There was much mirth and scoffing from the pair of them.
‘You?’ derided Helen. ‘But she’s always telling me I’m hopeless. For failing my exams twice and having a poxy job. Every second day she tells me to get out and never come back. At this stage, I worry when she doesn’t.
‘It’s true, I swear.’ She nodded at my disbelieving face.
‘No, it’s me she really hates,’ Anna said. If I hadn’t known better I’d have thought she was boasting.
‘And she can’t stand Shane. She’s always asking why he doesn’t have a company car.’
‘Why doesn’t he have a company car?’ Helen asked. ‘Just out of curiosity.’

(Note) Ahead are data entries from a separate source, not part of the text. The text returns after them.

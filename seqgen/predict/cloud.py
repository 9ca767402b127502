"""The cloud at an image: its size from the trap the release opened (optical beams, the sample's
trap_frequencies, or a magnetic hold: Ioffe-Pritchard frequencies, or the Boltzmann profile of a linear
quadrupole) and the expansion; the position of every populated internal-state component from the fall and
the pushes and separations; and the Stern-Gerlach separation of two components at the image.

Sources: free fall under standard gravity (SI Brochure); condensate expansion Phys. Rev. Lett. 77, 5315
(1996); ballistic thermal expansion (textbook); Thomas-Fermi radius (Bose-Einstein Condensation in Dilute
Gases, 2nd ed., Cambridge University Press (2008))."""

from __future__ import annotations

import math
from dataclasses import dataclass

import numpy as np
from scipy import constants as sc

from ..values import value_at
from .cache import per_shot_cache
from .magnetic import hold_analysis
from .pushes import Components, components_at
from .species import G_N, MU_B, bias, gaussian_beams, sample_state, species
from .states import populated_states, state_fractions
from .traps import held

UP = np.array([0.0, 0.0, 1.0])  # gravity along -z, as for the trap minimisation
EQUAL_MOMENT = 0.01 * MU_B  # moments closer than this cannot be separated
SEPARATION_WIDTHS = 3.0  # components count as resolved this many combined rms widths apart


# which trap the release opened (CloudAtImage.trap)
TRAP_SAMPLE, TRAP_OPTICAL, TRAP_IOFFE_PRITCHARD, TRAP_QUADRUPOLE = "sample", "optical", "ioffe_pritchard", "quadrupole"


@dataclass(frozen=True, eq=False)
class CloudAtImage:
    """The cloud released before an image: tof (s), drop (m, g_n tof^2 / 2), size (m) and size_kind
    ("Thomas-Fermi radius" or "rms width"), omegas (rad/s, of the trap the release opened; None for a linear
    magnetic trap), trap (which trap: one of the TRAP_* codes), trap_block (the magnetic hold's block),
    sigma0 (in-trap rms width, m, thermal only), thermal_stand_in (a condensate in a linear trap, sized as a
    thermal cloud at the sample's temperature)."""

    tof: float
    drop: float
    omegas: np.ndarray | None
    trap: str
    size: float
    size_kind: str
    sigma0: float | None = None
    trap_block: str | None = None
    thermal_stand_in: bool = False

    def as_dict(self) -> dict:
        return {f: getattr(self, f) for f in ("tof", "drop", "omegas", "trap", "trap_block", "size", "size_kind",
                                              "sigma0", "thermal_stand_in")}

    @property
    def edge(self) -> float:
        """The cloud's reach from its centre: a Thomas-Fermi radius is its edge; for a Gaussian 2 rms widths."""
        return self.size if self.size_kind.startswith("Thomas") else 2 * self.size
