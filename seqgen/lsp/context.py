"""Where the cursor is in a YAML document that may be half typed or broken.

The editor asks about documents that are mostly not valid YAML while they are being typed, so the document is
read line by line by indentation: every `key:` and `- ` item gets its path (keys and item indexes, as
`Document.positions` counts them), and the line of the cursor is also read inside flow collections
(`{channel: x, value: 2 W}`). Nothing here raises on any text: a line that makes no sense is skipped.
"""

from __future__ import annotations

import re
from dataclasses import dataclass
from functools import lru_cache
from pathlib import Path

_KEY = re.compile(r"""("[^"\n]*"|'[^'\n]*'|[^\s:{}\[\],#'"][^:{}\[\],#]*?)[ \t]*:(?=[ \t]|$)""")
_WORD_CHARS = frozenset("ABCDEFGHIJKLMNOPQRSTUVWXYZabcdefghijklmnopqrstuvwxyz0123456789_")
_TOKEN_CHARS = _WORD_CHARS | frozenset(".-/")


@dataclass(frozen=True)
class Entry:
    """One `key:` or `- ` item of the document: its path, 0-based line and column, and its value written on the
    same line (None: none; the text of a flow collection as written)."""

    path: tuple
    line: int
    col: int
    kind: str  # "key" | "item"
    value: str | None
    value_col: int


@dataclass(frozen=True)
class Cursor:
    """The cursor's place: `path` is the collection it is in (its mapping or sequence); `key` the key whose value
    holds it (an int: the index of the sequence item it is in; None when the cursor is where a key is written);
    `item` True when it is where a plain `- ` item starts (a key of a mapping item, or a scalar item); `value` the text of the scalar (or flow element) it is in,
    up to the cursor; `word` the name under the cursor (letters, digits, _) and its columns; `token` the same
    with `.`, `-` and `/` (finding codes, synth parts, paths); `siblings` the other keys of its mapping with
    their values as written on the cursor's line; `character` its column."""

    line: int
    path: tuple
    key: str | int | None
    item: bool
    value: str
    word: str
    word_start: int
    word_end: int
    token: str
    token_start: int
    token_end: int
    siblings: tuple = ()
    character: int = 0  # the cursor's column

    @property
    def value_prefix(self) -> str:
        """The name being typed: the letters, digits and _ of the value just before the cursor."""
        m = re.search(r"[A-Za-z0-9_]*$", self.value)
        return m.group(0) if m else ""

    @property
    def full_path(self) -> tuple:
        """The path of the value the cursor is in (the collection's path for a key position)."""
        return self.path + ((self.key,) if self.key is not None else ())


def strip_comment(line: str) -> str:
    """The line without its comment (a `#` at the start or after a blank, outside quotes)."""
    quote = None
    for i, ch in enumerate(line):
        if quote:
            if ch == quote:
                quote = None
        elif ch in "'\"" and (i == 0 or line[i - 1] in " \t:[{,-"):
            quote = ch
        elif ch == "#" and (i == 0 or line[i - 1] in " \t"):
            return line[:i]
    return line


def _unquote(name: str) -> str:
    name = name.strip()
    if len(name) >= 2 and name[0] == name[-1] and name[0] in "'\"":
        return name[1:-1]
    return name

‘Because he doesn’t have a job, stupid!’ Anna said, rolling her eyes.
My spirits lifted an atom or two. I tentatively began to think that maybe I wouldn’t commit suicide or run away to sea just yet. That perhaps all wasn’t entirely lost.
‘Is she really mean to you?’ I croaked. ‘Or are you only trying to be nice.’
‘I don’t do nice,’ Helen said scornfully. ‘And, yes, she’s horrible to both of us.’
It was glorious for that terrible apocalyptic depression to lift, even momentarily.
Helen awkwardly pawed at my hand and I was so touched by her attempt at affection that tears came to my eyes, for the eighty-ninth time that day.
‘She’s a mother,’ Helen told me wisely. ‘It’s her job to shout at us. She’d be stripped of her badge if she didn’t.’
‘It’s nothing personal,’ Anna agreed. ‘She thinks if she gives out shite to us that we’ll make something of ourselves. Not just you. She does it to all of us!’